この発明では、硬質炭素膜の微粉の粒径が100nm以下となり、十分に小さいサイズとなる。このため、これらの硬質炭素膜の微粉を潤滑油中に良好に分散させることができ、例えば硬質炭素膜の微粉が1箇所に固まるなどの不都合を回避することができる。また、このような粒径が小さい硬質炭素膜の微粉が潤滑油中に分散されることで、軸部および軸受部に対して、一様に摩擦抵抗を低下させることができ、より良好な潤滑効果を得ることができる。
【0023】
本発明の時計は軸部を有する回転体と、前記回転体の前記軸部を回転可能に保持する軸受部と、を備えた時計輪列により指針が駆動される時計であって、前記軸部および前記軸受部の間に、硬質炭素膜の微粉が拡散した潤滑油があることを特徴とする。
【0024】
この発明では、上記のように軸部および軸受部の摺動摩擦抵抗を長期に亘って低減させることができるため、時計寿命を長くすることができる。
【図面の簡単な説明】
【0025】
【図1】本実施形態に係る時計輪列を備えた電子制御式機械時計(時計)の要部を示す平面図である。
【図2】前記実施形態の電子制御式機械時計の要部を示す断面図である。
【図3】前記実施形態の電子制御式機械時計の要部を示す他の断面図である。
【図4】前記実施形態の電子制御式機械時計の構成を示すブロック図である。
【図5】前記実施形態の時計輪列を構成する各番車に係る側圧を示す図である。
【図6】二番車、三番車、および四番車の要部を示す断面図である。
【図7】図6において、三番車近傍を拡大した拡大図である。
【図8】DLC膜を形成した時計に時計耐久試験を行った際、TEMにより観察されたDLC膜近傍の潤滑油を示す写真である。
【図9】潤滑油中に含まれるDLC膜の微粉の含有量とトルク上昇量との関係を示す図である。
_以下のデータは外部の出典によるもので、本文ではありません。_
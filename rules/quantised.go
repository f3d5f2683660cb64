package rules

import (
	"fmt"
	"math"
	"strings"

	"dextral/core/convention"
)

// scales of whole numbers that stand for parts of one are those in use: the largest
// numbers of 8, 16 and 32 bits with sign and powers of two below, and powers of ten;
// common practice, no source.
var scales = []float64{127, 128, 1000, 10000, 16384, 32767, 32768, 100000, 1e6, 1e7, 1e8, 1e9, 1 << 30, 1<<31 - 1, 1 << 31}

// quantum is the scale of a quaternion that is written in whole numbers, as
// recorders and firmware do to save room: 32767 for 16 bits with sign, and so on; 0 for
// any other. Its numbers stand for q/scale, each rounded to a whole one, which moves
// the norm by at most one.
func (v *Value) quantum() float64 {
	if scale, off := v.nearestScale(); off <= 1 {
		return scale
	}
	return 0
}

// nearestScale is the scale nearest to the norm of a quaternion in whole numbers, and
// how far the norm is from it; none, at infinity, for any other value.
func (v *Value) nearestScale() (scale, off float64) {
	off = math.Inf(1)
	if v.Form != convention.Quaternion || len(v.Numbers) != 4 {
		return 0, off
	}
	for _, n := range v.Numbers {
		if n.Value != math.Trunc(n.Value) || strings.ContainsAny(n.Text, ".eE") {
			return 0, off
		}
	}
	length := norm(v.Floats())
	for _, s := range scales {
		if d := math.Abs(length - s); d < off {
			scale, off = s, d
		}
	}
	return scale, off
}

// quantisedNorm reports a quaternion in whole numbers whose norm misses a scale by
// less than a fiftieth of it: more than rounding does, less than another meaning of
// the numbers would. It is nil for any other.
func quantisedNorm(v *Value, claim Claim) *Finding {
	scale, off := v.nearestScale()
	if off > scale/50 {
		return nil
	}
	n := norm(v.Floats()) / scale
	f := finding(RotorNotUnit, v, claim, "%s is a quaternion in whole numbers; as parts of %.0f its norm is %s, and rounding to whole numbers explains %s at most", v.name(), scale, digits(n), significant(1/scale))
	f.Evidence = []Evidence{
		{What: fmt.Sprintf("norm, as parts of %.0f", scale), Stated: Plain(1), Computed: Plain(n), Residual: Plain(n - 1)},
		{What: "deviation that rounding to whole numbers allows", Computed: Plain(1 / scale)},
	}
	f.Remedy = "look for a number with a slip of the pen, or for another scale; then divide by the scale and normalise"
	return f
}
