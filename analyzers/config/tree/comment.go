package tree

import (
	"bytes"
	"sort"
	"strings"

	"dextral/analyzers/source"
)

// OnLines returns the comments that begin on the lines of a span and stand
// beside something: a comment that has its line to itself is not among them.
func (d *Document) OnLines(s source.Span) []Comment {
	first, last := d.File.Line(s.From), d.File.Line(max(s.From, s.To-1))
	from, to := d.File.LineSpan(first).From, d.File.LineSpan(last).To
	var beside []Comment
	for i := d.commentAt(from); i < len(d.Comments) && d.Comments[i].Span.From < to; i++ {
		if !d.alone(d.Comments[i]) {
			beside = append(beside, d.Comments[i])
		}
	}
	return beside
}

// maxAbove is the most lines of comment above a key that can speak of it; what
// stands further up speaks of more.
const maxAbove = 20

// Above returns the comments that have the lines directly above a line to
// themselves, from the top, up to the first line that is anything else.
func (d *Document) Above(line int) []Comment {
	end := d.commentAt(d.File.LineSpan(line).From)
	begin := end
	for begin > 0 && end-begin < maxAbove && d.File.Line(d.Comments[begin-1].Span.From) == line-1 && d.alone(d.Comments[begin-1]) {
		begin--
		line--
	}
	return d.Comments[begin:end]
}

// commentAt is the index of the first comment at or after an offset.
func (d *Document) commentAt(offset int) int {
	return sort.Search(len(d.Comments), func(i int) bool { return d.Comments[i].Span.From >= offset })
}

// alone reports whether only white space stands before a comment on its line.
func (d *Document) alone(c Comment) bool {
	line := d.File.LineSpan(d.File.Line(c.Span.From))
	return len(bytes.TrimSpace(d.File.Text[line.From:max(line.From, c.Span.From)])) == 0
}

// HashComment makes a Comment of a span that begins with # and ends with its
// line.
func HashComment(f *source.File, s source.Span) Comment {
	return Comment{Span: s, Text: strings.TrimSpace(strings.TrimLeft(f.Slice(s), "# \t"))}
}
【図10】(A)は、耐久試験度の潤滑油のFTIR(Fourier Transform Infrared Spectroscopy:フーリエ変換赤外分光法)による分析結果を示す図であり、(B)は、DLC膜を形成した場合の試験終了後の潤滑油に対してFTIRにより得られる吸光度から、DLC膜が形成されていない場合の試験終了後の潤滑油に対してFTIRにより得られる吸光度を差し引いた値を示す図である。
【図11】DLC膜が形成されず、DLC微粉が含有される潤滑油がある軸受構造、DLC膜が形成され、かつDLC微粉が含有される潤滑油がある軸受構造、およびDLC膜が形成されず、潤滑油中にもDLC微粉が含有されない軸受構造のそれぞれにおける時計耐久試験の結果を示す図である。
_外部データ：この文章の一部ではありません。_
package series

import (
	"bytes"
	"context"
	"errors"
	"fmt"
	"io"
	"math"
	"strconv"
	"strings"
	"time"

	"github.com/parquet-go/parquet-go"
	"github.com/parquet-go/parquet-go/format"

	"dextral/analyzers/series/columns"
	"dextral/analyzers/series/fold"
	"dextral/rules"
)

const parquetName = "Parquet"

// parquetMagic is how a Parquet file begins and ends.
const parquetMagic = "PAR1"

// IsParquet reports whether a file begins as Parquet does.
func IsParquet(head []byte) bool { return bytes.HasPrefix(head, []byte(parquetMagic)) }

// Bounds against files made to exhaust memory. Pages of more than maxPage bytes
// unpacked are not read; writers make pages of a megabyte or so.
const (
	maxFooter  = 16 << 20
	maxLeaves  = 2048
	maxItems   = 16 // items of a list that are columns
	maxPage    = 256 << 20
	valueBatch = 256
)

// ReadParquet reads a Parquet file, of which size is the length: columns by name,
// those of nested groups by their path, the items of lists as name[0], name[1]. Null
// is a gap. Only the columns that orientations need are read, one page of each at a
// time, so that memory is bounded by a row group. See Read for what is returned.
func ReadParquet(ctx context.Context, path string, in io.ReaderAt, size int64, opts Options) (r Result, err error) {
	defer func() { // the parser of the format panics on some damaged files
		if p := recover(); p != nil {
			err = fmt.Errorf("is damaged: %v", p)
		}
	}()
	f, err := openParquet(in, size)
	if err != nil {
		return Result{}, err
	}
	r.Format = parquetName
	for _, where := range f.Schema().Columns() {
		found, ok := f.Schema().Lookup(where...)
		if ok && found.MaxRepetitionLevel == 1 { // its first row is looked at to know its length
			if err := checkPages(in, size, f, found.ColumnIndex); err != nil {
				return r, err
			}
		}
	}
	t, err := newParquetTable(f, path, opts)
	if err != nil || t == nil {
		return r, err
	}
	for _, l := range t.leaves {
		if err := checkPages(in, size, f, l.index); err != nil {
			return r, err
		}
	}
	err = t.read(ctx, f)
	t.collector.finish(&r)
	return r, err
}

func openParquet(in io.ReaderAt, size int64) (*parquet.File, error) {
	var tail [8]byte
	if size < 12 {
		return nil, errors.New("is too short for a Parquet file")
	}
	if _, err := in.ReadAt(tail[:], size-8); err != nil && err != io.EOF {
		return nil, err
	}
	footer := int64(tail[0]) | int64(tail[1])<<8 | int64(tail[2])<<16 | int64(tail[3])<<24
	switch {
	case string(tail[4:]) != parquetMagic:
		return nil, errors.New("does not end as a Parquet file does: it is cut off, and what says where its columns are stands at its end")
	case footer > min(maxFooter, size-12):
		return nil, fmt.Errorf("has a footer of %d bytes; its length is damaged", footer)
	}
	if err := checkFooter(in, size, footer); err != nil {
		return nil, err
	}
	f, err := parquet.OpenFile(in, size, parquet.SkipPageIndex(true), parquet.SkipBloomFilters(true), parquet.ReadBufferSize(1<<16))
	if err != nil {
		return nil, fmt.Errorf("cannot be read as Parquet: %w", err)
	}
	return f, nil
}

// parquetTable is a file with the columns that are read of it.
type parquetTable struct {
	collector *collector
	leaves    []*leaf
	row       []fold.Cell
	rows      int64
}

// leaf is a column of the file, and the columns of the log that it fills: one, or
// those of the items of a list.
type leaf struct {
	index int
	list  bool
	cells []int // in the row, by item; -1: not wanted

	pages  parquet.Pages
	page   parquet.Page
	values parquet.ValueReader
	buffer [valueBatch]parquet.Value
	at, n  int
}

// newParquetTable chooses the columns by their names; nil if there are no
// orientations among them.
func newParquetTable(f *parquet.File, path string, opts Options) (*parquetTable, error) {
	type source struct{ leaf, item int }
	var leaves []*leaf
	var all []columns.Column
	var single []bool
	var sources []source
	for _, where := range f.Schema().Columns() {
		found, ok := f.Schema().Lookup(where...)
		if !ok || !found.Node.Leaf() || found.MaxRepetitionLevel > 1 || len(leaves) >= maxLeaves {
			continue
		}
		kind := found.Node.Type().Kind()
		if kind == parquet.ByteArray || kind == parquet.FixedLenByteArray || kind == parquet.Int96 || kind == parquet.Boolean {
			continue
		}
		l := &leaf{index: found.ColumnIndex, list: found.MaxRepetitionLevel == 1}
		items := 1
		if l.list {
			items = l.length(f)
		}
		for i := range items {
			all = append(all, columns.Column{Text: columnName(where, l.list, i), Unit: timestampUnit(found.Node), Place: rules.Place{Path: path}})
			single = append(single, kind == parquet.Float)
			sources = append(sources, source{len(leaves), i})
			l.cells = append(l.cells, -1)
		}
		leaves = append(leaves, l)
	}
	c, which := newCollector(path, parquetName, all, single, opts)
	if c == nil {
		return nil, nil
	}
	t := &parquetTable{collector: c, row: make([]fold.Cell, len(which))}
	used := map[int]bool{}
	for k, i := range which {
		s := sources[i]
		leaves[s.leaf].cells[s.item] = k
		if !used[s.leaf] {
			used[s.leaf] = true
			t.leaves = append(t.leaves, leaves[s.leaf])
		}
	}
	return t, nil
}

// length is the number of items of a list in the first row, maxItems at most.
func (l *leaf) length(f *parquet.File) int {
	groups := f.RowGroups()
	if len(groups) == 0 {
		return 0
	}
	first := leaf{list: true}
	first.pages = groups[0].ColumnChunks()[l.index].Pages()
	defer first.pages.Close()
	for n := range maxItems + 1 {
		v, err := first.peek()
		if err != nil || n > 0 && v.RepetitionLevel() == 0 {
			return n
		}
		first.at++
	}
	return 0 // longer lists are data of another kind
}

// columnName is the path of a column. The two levels that writers put around the items of a list,
// list.element and list.item, say nothing.
func columnName(path []string, list bool, item int) string {
	if !list {
		return strings.Join(path, ".")
	}
	if n := len(path); n > 2 && (path[n-2] == "list" || path[n-2] == "array" || path[n-2] == "bag") {
		path = path[:n-2]
	}
	return strings.Join(path, ".") + "[" + strconv.Itoa(item) + "]"
}

// timestampUnit is the unit of a column of type timestamp; "" for others.
func timestampUnit(n parquet.Node) string {
	t := n.Type().LogicalType()
	if t == nil {
		return ""
	}
	stamp, ok := t.Value.(*format.TimestampType)
	if !ok || stamp.Unit.Value == nil {
		return ""
	}
	return map[time.Duration]string{time.Millisecond: "ms", time.Microsecond: "us", time.Nanosecond: "ns"}[stamp.Unit.Value.Duration()]
}

func (t *parquetTable) read(ctx context.Context, f *parquet.File) error {
	for i, group := range f.RowGroups() {
		if err := t.group(ctx, group); err != nil {
			return fmt.Errorf("row group %d, row %d: %w", i+1, t.rows+1, err)
		}
	}
	return nil
}

func (t *parquetTable) group(ctx context.Context, group parquet.RowGroup) error {
	chunks := group.ColumnChunks()
	for _, l := range t.leaves {
		l.pages, l.values, l.at, l.n = chunks[l.index].Pages(), nil, 0, 0
		defer l.pages.Close()
	}
	for n := range group.NumRows() {
		if n%1024 == 0 && ctx.Err() != nil {
			return ctx.Err()
		}
		for i := range t.row {
			t.row[i] = fold.Cell{}
		}
		for _, l := range t.leaves {
			if err := l.next(t.row); err != nil {
				if err == io.EOF {
					err = errors.New("a column ends before the row group does")
				}
				return err
			}
		}
		t.rows++
		t.collector.push(t.row)
	}
	return nil
}

// next reads the values of one row.
func (l *leaf) next(row []fold.Cell) error {
	for item := 0; ; item++ {
		v, err := l.peek()
		switch {
		case err == io.EOF && item > 0:
			return nil
		case err != nil:
			return err
		case item > 0 && (!l.list || v.RepetitionLevel() == 0):
			return nil
		}
		l.at++
		if item < len(l.cells) && l.cells[item] >= 0 {
			row[l.cells[item]] = parquetCell(v)
		}
		if !l.list {
			return nil
		}
	}
}

// peek is the next value.
func (l *leaf) peek() (*parquet.Value, error) {
	for l.at == l.n {
		if l.values == nil {
			page, err := l.pages.ReadPage()
			if err != nil {
				return nil, err
			}
			if page.Size() > maxPage {
				return nil, fmt.Errorf("a page has %d bytes; %d are the most that is read", page.Size(), maxPage)
			}
			l.page, l.values = page, page.Values()
		}
		n, err := l.values.ReadValues(l.buffer[:])
		l.at, l.n = 0, n
		switch {
		case err != nil && err != io.EOF:
			return nil, err
		case err == io.EOF || n == 0:
			parquet.Release(l.page)
			l.values = nil
		}
	}
	return &l.buffer[l.at], nil
}

func parquetCell(v *parquet.Value) fold.Cell {
	c := fold.Cell{State: fold.Binary}
	switch {
	case v.IsNull():
		return fold.Cell{}
	case v.Kind() == parquet.Float:
		c.Number.Value = float64(v.Float())
	case v.Kind() == parquet.Double:
		c.Number.Value = v.Double()
	case v.Kind() == parquet.Int32:
		return wholeCell(int64(v.Int32()))
	case v.Kind() == parquet.Int64:
		return wholeCell(v.Int64())
	default:
		return fold.Cell{}
	}
	if math.IsNaN(c.Number.Value) {
		return fold.Cell{}
	}
	return c
}

func wholeCell(v int64) fold.Cell {
	c := fold.Cell{State: fold.Written}
	c.Number.Value, c.Number.Exact = float64(v), true
	if c.Number.Mantissa = uint64(v); v < 0 {
		c.Number.Mantissa, c.Number.Negative = -uint64(v), true
	}
	return c
}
【図12】DLC膜の膜厚が0.35μmに形成された三番車、およびDLC膜の膜厚が0.8μmに形成された三番車の耐久試験経過後の観察写真である。
【図13】膜厚が1μmのDLC膜を形成し、粗大パーティクルが多数発生した場合の三番車の時計耐久試験の結果を示す図である。
【図14】水素フリーPVD法により形成されるDLC膜と、プラズマCVD法により形成されるDLC膜とにおける、押し込み試験の結果を示す図である。
【図15】水素フリーPVD法により形成されるDLC膜と、プラズマCVD法により形成されるDLC膜との硬度を比較する図である。
【図16】水素フリーPVD法により形成されるDLC膜と、プラズマCVD法により形成されるDLC膜との密着力を示す図である。
【発明を実施するための形態】
【0026】
以下に本発明の一実施形態を図面に基づいて説明する。
図1は、本実施形態に係る時計輪列を備えた電子制御式機械時計(時計)の要部を示す平面図であり、図2および図3は、その断面図である。
【0027】
電子制御式機械時計100(以降、時計100と称す)は、機械エネルギー源であるゼンマイ1a、香箱歯車1b、香箱真1c及び香箱蓋1dからなる香箱車1を備えている。ゼンマイ1aは、外端が香箱歯車1b、内端が香箱真1cに固定されている。香箱真1cは、地板10と輪列受11に支持され、角穴車12と一体で回転するように角穴ネジ13により固定されている。
角穴車12は、時計方向には回転するが反時計方向には回転しないように、こはぜ14(図1参照)と噛み合っている。なお、角穴車12を時計方向に回転しゼンマイ1aを巻く方法は、機械式腕時計の自動巻または手巻機構と同様であるため、説明を省略する。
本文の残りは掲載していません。